Advisor vs. Adviser: What’s the Big Deal?
When it comes to the world of financial services and the difference between advisor vs adviser, one simple letter may make a difference.
What is the difference between advisor vs adviser?
Both titles have deep roots and have been used interchangeably for decades. Webster suggests that either “advisor” or “adviser” can be used as both spellings define an individual who engages in the act of advising or offering recommendations. While many in the financial services favor the “-or” version, the Associated Press Style Guide favors the “-er” version. The one distinction that most can agree upon is that both spellings are correct provided they are used consistently throughout a content piece.
If both advisor and adviser mean the same thing, then, what exactly is the big deal about the spelling within the financial services industry? The use of “advisor” or “adviser” is far from subjective as some articles on the subject might suggest. In fact, arguing the case for either spelling can send one down an unending dictionary rabbit hole. Either way, the favoritism of one title over another appears to be a source of confusion for investors.
Whether the preferred title a financial professional uses is “advisor” or “adviser”, the choice of spelling appears to be steeped in history rather than vanity. Where once financial professionals labeled themselves as “advisers”, regulatory changes made in the 20th century brought about a mass migration of firms adopting the “advisor” label.
One shift that occurred is a result of the gross abuse of investment funds prior to the Act. Funds were often created by “advisers” who dominated the boards of directors for these funds. Rather than increase the value, they placed their own interests, and that of their associates, ahead of investors. During the Great Depression, it became obvious that a crackdown was necessary to end the investment advising abuse that was running rampant during this grave era. When the U.S. Investment Advisers Act of 1940 was passed, it inadvertently spelled out a difference by referring to the regulation of “advisers”.
Another shift appears to have occurred naturally as a result of the act. The Act requires “investment advisers” to register with a governing body, thus a professional might work for a Registered Investment Adviser (RIA), or they may be an Investment Adviser Representative of a firm (IAR). If a financial professional is engaged in providing ongoing investment advice for compensation, they are required to register as an investment “adviser” regardless of how they spell their title. The naming of governing bodies and the verbiage spelled out in the Act have come to characterize the widely accepted legal and regulatory “adviser” spelling adoption.
Applying this historical context, it is not surprising to see that the adviser spelling has been in print use much longer and may explain why it is the preferred spelling for many long-established dictionaries and journalist sources.

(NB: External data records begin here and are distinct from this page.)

/**
 * The present controller's dithers moving together under actuator limits (src/core/ditherDependence.ts).
 * Outside facts: the sample correlation's large-sample standard error (1 − ρ²)/√N and Fisher's z
 * transform with standard error 1/√(N − 3) (Fisher, Biometrika 1915; common practice); the plant is
 * the two-valve blending tank hold-out (test/battery/holdout/blendingTankPlant.ts), logged by its own
 * controller with each valve clipped at [0, 1] and the two dithers drawn with a stated correlation.
 */
import { beforeAll, describe, expect, it } from 'vitest';
import { DITHER_CORRELATION_NOTED, DITHER_CORRELATION_Z, ditherDependence, ditherDependenceNoted, ditherDependenceText } from '../../src/core/ditherDependence';
import { fitBehaviourModel } from '../../src/core/behaviourModel';
import { createGaussianPolicy } from '../../src/core/policy';
import { createRandom } from '../../src/core/random';
import type { TransitionSet } from '../../src/core/transitions';
import type { Assessment } from '../../src/pipeline/assessment';
import { plantProject } from '../support/plantProject';
import { assessedProject } from '../support/assessedProject';
import { burnInStart, logEpisodes, type PlantDynamics } from '../battery/episodeLog';
import { blendCommand, blendingTankDynamics, blendingTankPlant, SETPOINT_C } from '../battery/holdout/blendingTankPlant';

const plant = blendingTankPlant();
const VALVES = { lo: [0, 0], hi: [1, 1] };

/** The tank logged by its own controller, dithers 0.1 each with correlation rho, valves clipped at their ends. */
function correlatedLog(rho: number, transitions: number, seed: number): TransitionSet {
  const base = blendCommand(0.2, 0.8, 1, 0.02, 0.1);
  const logger = createGaussianPolicy({ offset: base.offset, gain: base.gain, covariance: [[0.01, rho * 0.01], [rho * 0.01, 0.01]] }, 2);
  const clipped: PlantDynamics = {
    ...blendingTankDynamics,
    step: (s, a, rng, next) => blendingTankDynamics.step(s, a.map((v, j) => Math.min(VALVES.hi[j], Math.max(VALVES.lo[j], v))), rng, next),
  };
  return logEpisodes(clipped, logger, burnInStart(clipped, logger, [SETPOINT_C, 1], 200), {
    episodes: Math.ceil(transitions / 400), stepsPerEpisode: 400, seed, stateNames: plant.stateNames, actionNames: plant.actionNames, actionClip: VALVES,
  });
}

describe('the correlation of the dithers over the rows inside the limits', () => {
  it('recovers a known correlation within four of its standard errors where the limits are never reached', () => {
    const n = 20_000, rho = 0.5, rng = createRandom(11), states = new Float64Array(n), actions = new Float64Array(2 * n);
    for (let i = 0; i < n; i++) {
      const s = rng.normal(), z1 = rng.normal(), z2 = rng.normal();
      states[i] = s;
      actions[2 * i] = 1 + 0.5 * s + z1;
      actions[2 * i + 1] = -2 * s + rho * z1 + Math.sqrt(1 - rho * rho) * z2;
    }
    const d = ditherDependence(states, actions, n, 1, 2, { offset: [1, 0], gain: [[0.5], [-2]], std: [1, 1] }, { lo: [-Infinity, -Infinity], hi: [Infinity, Infinity] });
    expect(d.rows).toBe(n);
    expect(Math.abs(d.correlation[0][1] - rho)).toBeLessThan((4 * (1 - rho * rho)) / Math.sqrt(n));
    expect(d.strongest).toEqual({ actions: [0, 1], correlation: d.correlation[0][1] });
  });

  it('leaves out the rows where an action sits at a limit, and names nothing from sampling noise on few rows', () => {
    const actions = Float64Array.from([0, 0.5, 0.2, 1, 0.3, 0.3, 0.6, 0.7, 0.4, 0.2]), states = new Float64Array(5);
    const d = ditherDependence(states, actions, 5, 1, 2, { offset: [0.4, 0.5], gain: [[0], [0]], std: [0.2, 0.2] }, VALVES);
    expect(d.rows).toBe(3); // rows 1 (at 0) and 2 (at 1) hold the clip
    // Fisher's rule by hand: atanh(0.5)·√(20 − 3) = 0.549·4.12 = 2.26 < 3, not named although |ρ| ≥ 0.3;
    // atanh(0.7)·√17 = 0.867·4.12 = 3.57 ≥ 3, named. (Three rows cannot be judged at all.)
    const on = (rows: number, correlation: number) => ditherDependenceNoted({ ...d, rows, strongest: { actions: [0, 1], correlation } });
    expect(on(20, 0.5)).toBe(false);
    expect(on(20, -0.7)).toBe(true);
    expect(on(10_000, 0.29)).toBe(false);
    expect(on(3, 0.99)).toBe(false);
  });

  it('says which way the dithers move and the whole rule, in the numbers it read', () => {
    const d = { correlation: [[1, -0.45], [-0.45, 1]], rows: 1_000, strongest: { actions: [0, 1] as [number, number], correlation: -0.45 } };
    const text = ditherDependenceText(d, ['hot', 'cold'])!;
    expect(text).toMatch(/^The present controller’s dithers on hot and cold move in opposite directions \(correlation \u22120\.45 over the 1,000 logged rows/);
    expect(text).toContain(`named from ${DITHER_CORRELATION_NOTED} in size and ${DITHER_CORRELATION_Z} standard errors of Fisher’s z`);
    expect(ditherDependenceText({ ...d, strongest: { actions: [0, 1], correlation: 0.45 } }, ['hot', 'cold'])).toContain('hot and cold move together (correlation 0.45');
  });

  // Independent dithers, both actions' means driven by one state, limits often reached: on the rows inside
  // the limits each residual is a normal cut to a window that moves with the state, so both residuals' means
  // move with the state together; raw residuals then correlate by 0.44 to 0.56 (limits ±1, dither 1, state
  // spread 1 to 4, seed 3; 0.80 with dither 2) with no dependence at all, and the caution fired. Standardised by the cut normal's own mean and variance
  // (Johnson, Kotz & Balakrishnan, "Continuous Univariate Distributions", vol. 1, 2nd ed. 1994, §10.1) they
  // are independent given the state, so their correlation is sampling noise: within 4/√N of 0.
  it('names no dependence where the limits alone make independent dithers look correlated', () => {
    for (const [spread, seed] of [[1, 3], [2, 3], [4, 5]]) {
      const n = 20_000, rng = createRandom(seed), states = new Float64Array(n), actions = new Float64Array(2 * n);
      for (let i = 0; i < n; i++) {
        const s = spread * rng.normal();
        states[i] = s;
        actions[2 * i] = Math.min(1, Math.max(-1, s + rng.normal()));
        actions[2 * i + 1] = Math.min(1, Math.max(-1, s + rng.normal()));
      }
      const d = ditherDependence(states, actions, n, 1, 2, { offset: [0, 0], gain: [[1], [1]], std: [1, 1] }, { lo: [-1, -1], hi: [1, 1] });
      expect(Math.abs(d.correlation[0][1])).toBeLessThan(4 / Math.sqrt(d.rows));
      expect(ditherDependenceNoted(d)).toBe(false);
      const fitted = fitBehaviourModel(states, actions, n, 1, 2).ditherDependence!;
      expect(ditherDependenceNoted(fitted)).toBe(false);
    }
  });
});

describe('the blending tank logged with correlated dithers and clipped valves', () => {
  let independent: TransitionSet, correlated: TransitionSet, assessment: Assessment;
  beforeAll(async () => {
    independent = correlatedLog(0, 10_000, 1);
    correlated = correlatedLog(0.6, 10_000, 1);
    const project = plantProject(plant, 'blend', [{ name: 'trimmed', ...blendCommand(0.2, 0.8, 1.5, 0.03, 0.1), bounds: { ...VALVES, mode: 'clip' } }], 6);
    assessment = await assessedProject({ project, dataset: correlated, settings: { resamples: 10, level: 0.9, seed: 1, sensitivity: false } });
  }, 300_000);

  const model = (d: TransitionSet) => fitBehaviourModel(d.states, d.actions, d.count, 2, 2);

  it('reads the limits, takes the dithers as independent, and measures how far the log disagrees', () => {
    const quiet = model(independent).ditherDependence!, loud = model(correlated).ditherDependence!;
    expect(model(correlated).bounds).toBeDefined();
    // Independent dithers: within 4/√N of zero (the standard error at ρ = 0).
    expect(Math.abs(quiet.correlation[0][1])).toBeLessThan(4 / Math.sqrt(quiet.rows));
    expect(ditherDependenceNoted(quiet)).toBe(false);
    // Drawn at 0.6: the rows inside the limits keep most of it (selection shrinks it toward zero, never past it).
    expect(loud.correlation[0][1]).toBeGreaterThan(DITHER_CORRELATION_NOTED);
    expect(loud.correlation[0][1]).toBeLessThan(0.6 + 4 * (1 - 0.36) / Math.sqrt(loud.rows));
    expect(ditherDependenceNoted(loud)).toBe(true);
  });

  it('says so as a caution in the assessment, with the numbers the rule read', () => {
    const d = model(correlated).ditherDependence!, text = ditherDependenceText(d, plant.actionNames)!;
    const warning = assessment.warnings.find((w) => w.message === text);
    expect(warning?.severity).toBe('caution');
    expect(text).toContain(d.correlation[0][1].toFixed(2));
    expect(text).toContain(`named from ${DITHER_CORRELATION_NOTED}`);
    expect(text).toContain(plant.actionNames[0]);
  });
});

The Advisor vs. Adviser Switch
Outside of the regulatory language, there are other driving forces that may have helped instigate this shift in spelling. The advisor adaptation likely originated from the root word “advisory”. Professionals gradually adopted the more impressive “advisor” version as a means of distinguishing themselves from the more regulatory “adviser” governing body.
Over time there also appears to be a shift in public perception. An advisor is generally recognized synonymously as a professional. Though some professionals do still prefer the “-er” version, the numbers have dwindled since the 1940 Act. According to Google NGram Viewer, which is an indicator of the use of words in print, the use of advisor has overtaken the use of adviser since 2012.
Financial Advisor vs Financial Adviser
Historical Use of Advisor vs Adviser in print from 1920-2019
Historical Use of Advisor vs Adviser in print from 1920-2019
Further Distance in Spelling
The Wall Street Crash of 1929 and the ensuing Great Depression lasting through 1939 were an impetus for change in the financial services industry. It’s not difficult to see why financial professionals might want to distance themselves from the rogue “advisers” and their unscrupulous activities prior to the 1940 Act. Since then, the switch from “adviser” to “advisor” has been widely adopted and it is now customary to use the “-er” spelling as related to a legal, governing body and the “-or” spelling as relating to practicing professionals.
Though the Securities and Exchange Commission (SEC) has not weighed in on any regulatory distinction between the spellings, they do focus on whether a professional conforms to laws designed to protect investors. Notably, a portion of this regulation involves avoiding misrepresentation. The reality is that while financial professionals have long been accused of rearranging the spelling to inflate their importance, that sentiment would not pass regulatory muster without the SEC establishing rules on such use.
When searching for a financial professional or wading through a stream of planning strategies, depending upon the site searched, it may net different results if seeking an “adviser” versus “advisor”. Regardless of which spelling financial professionals use, you should expect to receive the same professional services you are searching for. That is, after all, what is more important than a lesson in spelling?
Kris Maksimovich is a financial advisor located at Global Wealth Advisors 4400 State Hwy 121, Ste. 200, Lewisville, TX 75056. He offers securities and advisory services as an Investment Adviser Representative of Commonwealth Financial Network®, Member FINRA/SIPC, a Registered Investment Adviser. Financial planning services offered through Global Wealth Advisors are separate and unrelated to Commonwealth. He can be reached at (972) 930-1238 or at email@example.com.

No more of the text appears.